А когда садится, смотрит вполоборота

и особенно ненавидит мальчика с зайцем, глядящего с фортепьяно.

 

Словно тот обманул его! Посулил одно, а вышло криво, горбато.

Достались от жизни опивки одни, обмылки,

как в голове у этого зайца труха, опилки и вата.

Жена эти уши потом использовала как тряпки, мыла ими бутылки.

А мальчик с зайцем всё сияет в лучах заката,

будто не видит, как старика кладут на носилки.

 

— Что ты красуешься передо мной! — усильем воли последней

взором скользит по фото старик, но грудная клетка

надрывается кашлем, пахнет валокордином.

Уже в передней

так он кричит, что за стеной вскидывается соседка:

— Знать я твоих не желаю розовых бредней

и обличений безгласных твоих, малолетка!

 

Но мальчик с зайцем не слышит его. Невинно

он смотрит фотографу в объектив, боясь рассмеяться,

иль нос почесать некстати, иль скорчить мину,

иль зайца к груди прижать, как родного братца.

И вдруг замирает, будто рассматривает картину,

не переставая мечтательно улыбаться…

 

 

 

Катарсис

 

С утра я мучила латиницу,

копя напрасную сутулость:

письмо в турецкую гостиницу

ко мне нечитаным вернулось.

 

И, значит, море, бугенвиллия

и бриз накрылись медным тазом.

Хандра осеннего бессилия

глядит в упор стеклянным глазом.

 

Не будет, значит, лодки, паруса,

цикад скрипичных у порога.

Тут вам ни эпоса, ни пафоса,

ни эроса, ни травелога….

 

Ну что ж, тогда свои владения

оглядывай, ища в них взором

катарсиса и вдохновения,

и Патмос мысленный с Фавором.

 

…Кто тайну прикровенной скрытности

воссоздавали, те едва ли

рабами были очевидности

и видимости присягали.

 

Зерно проклюнется, прокинется

дремавшая меж ребер птица.

И вся турецкая гостиница

в строфе короткой уместится. 

 

Взамен неколебимой данности,

привычки все потрогать сходу —

непредсказуемости, странности,

сквозняк, окошко на свободу.

 

 

Рассказ

 

Актриса, бывшая красотка, на главную не тянет роль, — так некрасиво постарела и так некстати располнела, а все жеманна, как молодка, увядшая желтофиоль.

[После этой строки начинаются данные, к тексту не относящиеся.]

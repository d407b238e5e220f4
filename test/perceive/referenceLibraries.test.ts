/**
 * Bonds and rings against two reference libraries on molecules generated here from SMILES:
 * reference library: openchemlib 9.25 (conformers, bond list, RingCollection) and @rdkit/rdkit 2026.9.1
 * (atomRings of its symmetrised SSSR). openchemlib lists every ring of up to 7 atoms; RDKit may add rings
 * that are equal-size alternatives (adamantane's fourth six-ring). Both are compared through the cycle
 * space: the minimum cycle basis has a unique multiset of sizes.
 */
import { beforeAll, describe, expect, it } from 'vitest';
import rdkitPkg from '@rdkit/rdkit';
import { perceiveBonds } from '../../src/perceive/perceiveBonds.js';
import { findRings } from '../../src/perceive/findRings.js';
import { buildGraph } from '../../src/perceive/graph.js';
import { pairs } from './fixtures.js';
import { REFERENCE_SMILES, referenceMolecule } from './referenceMolecules.js';
import { bondIndexOf, componentCount, cycleBits, greedyBasisSizes, rankOf } from './cycleSpace.js';

interface RDKitModule {
  get_mol(input: string, details?: string): { get_json(): string; delete(): void } | null;
}
let RDKit: RDKitModule;

beforeAll(async () => {
  const init = rdkitPkg as unknown as () => Promise<RDKitModule>;
  RDKit = await init();
});

function rdkitRings(molfile: string): { atoms: number; rings: number[][] } {
  const mol = RDKit.get_mol(molfile, JSON.stringify({ removeHs: false }));
  if (!mol) throw new Error('RDKit could not read the molfile');
  try {
    const json = JSON.parse(mol.get_json()) as { molecules: { atoms: unknown[]; extensions: { atomRings?: number[][] }[] }[] };
    const record = json.molecules[0]!;
    return { atoms: record.atoms.length, rings: record.extensions[0]?.atomRings ?? [] };
  } finally {
    mol.delete();
  }
}

const key = (atoms: readonly number[]) => [...atoms].sort((p, q) => p - q).join(',');
const sizes = (rings: readonly (readonly number[])[]) => rings.map((r) => r.length).sort((p, q) => p - q);

describe('perceive against openchemlib and RDKit', () => {
  it('the reference set has at least 20 varied molecules', () => {
    expect(REFERENCE_SMILES.length).toBeGreaterThanOrEqual(20);
  });

  it.each(REFERENCE_SMILES)('perceiveBonds and findRings agree with the references for %s', (label, smiles) => {
    const ref = referenceMolecule(label, smiles);
    const fileMol = ref.withFileBonds;
    const n = fileMol.atoms.length;

    // bonds perceived from coordinates only equal the molfile's bonds (openchemlib's bond list)
    const perceived = perceiveBonds(ref.coordinatesOnly);
    expect(pairs(perceived)).toEqual(pairs(fileMol.bonds!));

    const graph = buildGraph(n, fileMol.bonds!);
    const rings = findRings(graph);
    expect(findRings(buildGraph(n, perceived))).toEqual(rings);

    // each ring is a simple closed walk; the set is independent with E − V + C members
    const index = bondIndexOf(graph);
    const ours = rings.map((r) => cycleBits(graph, r, index));
    expect(ours.every((b) => b !== null)).toBe(true);
    for (const r of rings) expect(new Set(r).size).toBe(r.length);
    expect(rankOf(ours as bigint[])).toBe(rings.length);
    expect(rings.length).toBe(index.size - n + componentCount(graph));

    // RDKit: same atom count; our rings are among its rings; same basis sizes; its rings lie in our span
    const rd = rdkitRings(ref.molfile);
    expect(rd.atoms).toBe(n);
    const rdKeys = new Set(rd.rings.map(key));
    for (const r of rings) expect(rdKeys.has(key(r)), `RDKit has ring ${r.map((a) => a + 1).join('-')}`).toBe(true);
    expect(sizes(rings)).toEqual(greedyBasisSizes(graph, rd.rings));
    for (const r of rd.rings) {
      const bits = cycleBits(graph, r, index);
      expect(bits).not.toBeNull();
      expect(rankOf([...(ours as bigint[]), bits!])).toBe(rings.length);
    }

    // openchemlib (rings up to 7 atoms): our small rings are among its rings; its rings lie in our span
    const oclKeys = new Set(ref.oclRings.map(key));
    for (const r of rings.filter((x) => x.length <= 7)) expect(oclKeys.has(key(r))).toBe(true);
    if (rings.every((r) => r.length <= 7)) expect(sizes(rings)).toEqual(greedyBasisSizes(graph, ref.oclRings));
    for (const r of ref.oclRings) expect(rankOf([...(ours as bigint[]), cycleBits(graph, r, index)!])).toBe(rings.length);
  });

  it('findRings matches the expected ring sizes of well-known skeletons (derived by hand)', () => {
    const expected: Record<string, number[]> = {
      adamantane: [6, 6, 6],
      cubane: [4, 4, 4, 4, 4],
      norbornane: [5, 5],
      'spiro[4.5]decane': [5, 6],
      testosterone: [5, 6, 6, 6],
      '[2.2]paracyclophane': [6, 6, 12],
      '18-crown-6': [18],
      triptycene: [6, 6, 6, 6, 6],
    };
    for (const [label, want] of Object.entries(expected)) {
      const smiles = REFERENCE_SMILES.find(([l]) => l === label)![1];
      const mol = referenceMolecule(label, smiles).withFileBonds;
      expect(sizes(findRings(buildGraph(mol.atoms.length, mol.bonds!))), label).toEqual(want);
    }
  });
});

Была когда-то знаменита, была когда-то именита, а вот теперь — почти забыта, в глазах — хроническая боль.

Хотя она и молодится, — здесь вспять растенья не цветут, — и амплуа менять стыдится, но в героини не годится, а в куртизанки не берут.

Ну, только разве что матрону сыграть зовут, по телефону разок консьержкой позвонить. А то — надсмотрщицей на зону тупых охранников журить, да зечек молодых чморить. Иль на каталке подвозить Офелию и Дездемону, когда б ей новый сериал роль нянечки больничной дал…

Осталось разве что хвалиться былым любовником, сердиться, когда не верят ей, а он все так же ладно скроен, строен, богат, востребован, спокоен, к элите славою причтен.

Скользя глазком по интерьеру, она твердит интервьюеру о том, как страстно был влюблен тот, имярек: рвалась на части его душа, кипели страсти… Интервьюер устал, смущен.

И он не верит! И сама-то, историей любви богата, вдруг усомнилась —  а не сон все это было? Всхлипы, вскрики! А где свидетельства, улики? Все смыло за один сезон.

Тьма настает, и память глохнет, и мокрый глаз от ветра сохнет, и блефом обернулась быль. И в рукаве не туз козырный, а так, шестерка. И — настырный — во всем дешевый водевиль.

И что теперь? Мораль какая? Морали нет. Пускай, икая, былой поклонник о своем житье печется, окликая любовь былую. Пьет вино. И слушает, как льнет к гобою виолончель… Давным-давно был счастлив он лишь с ней вдвоем! Лишь с ней вдвоем он был собою. Водой был полон водоем!

А ночь — сияньем. Женский локон так нежно щеку щекотал, и звездной сетью из волокон он пойман был, и в ней из окон над спящею землей летал…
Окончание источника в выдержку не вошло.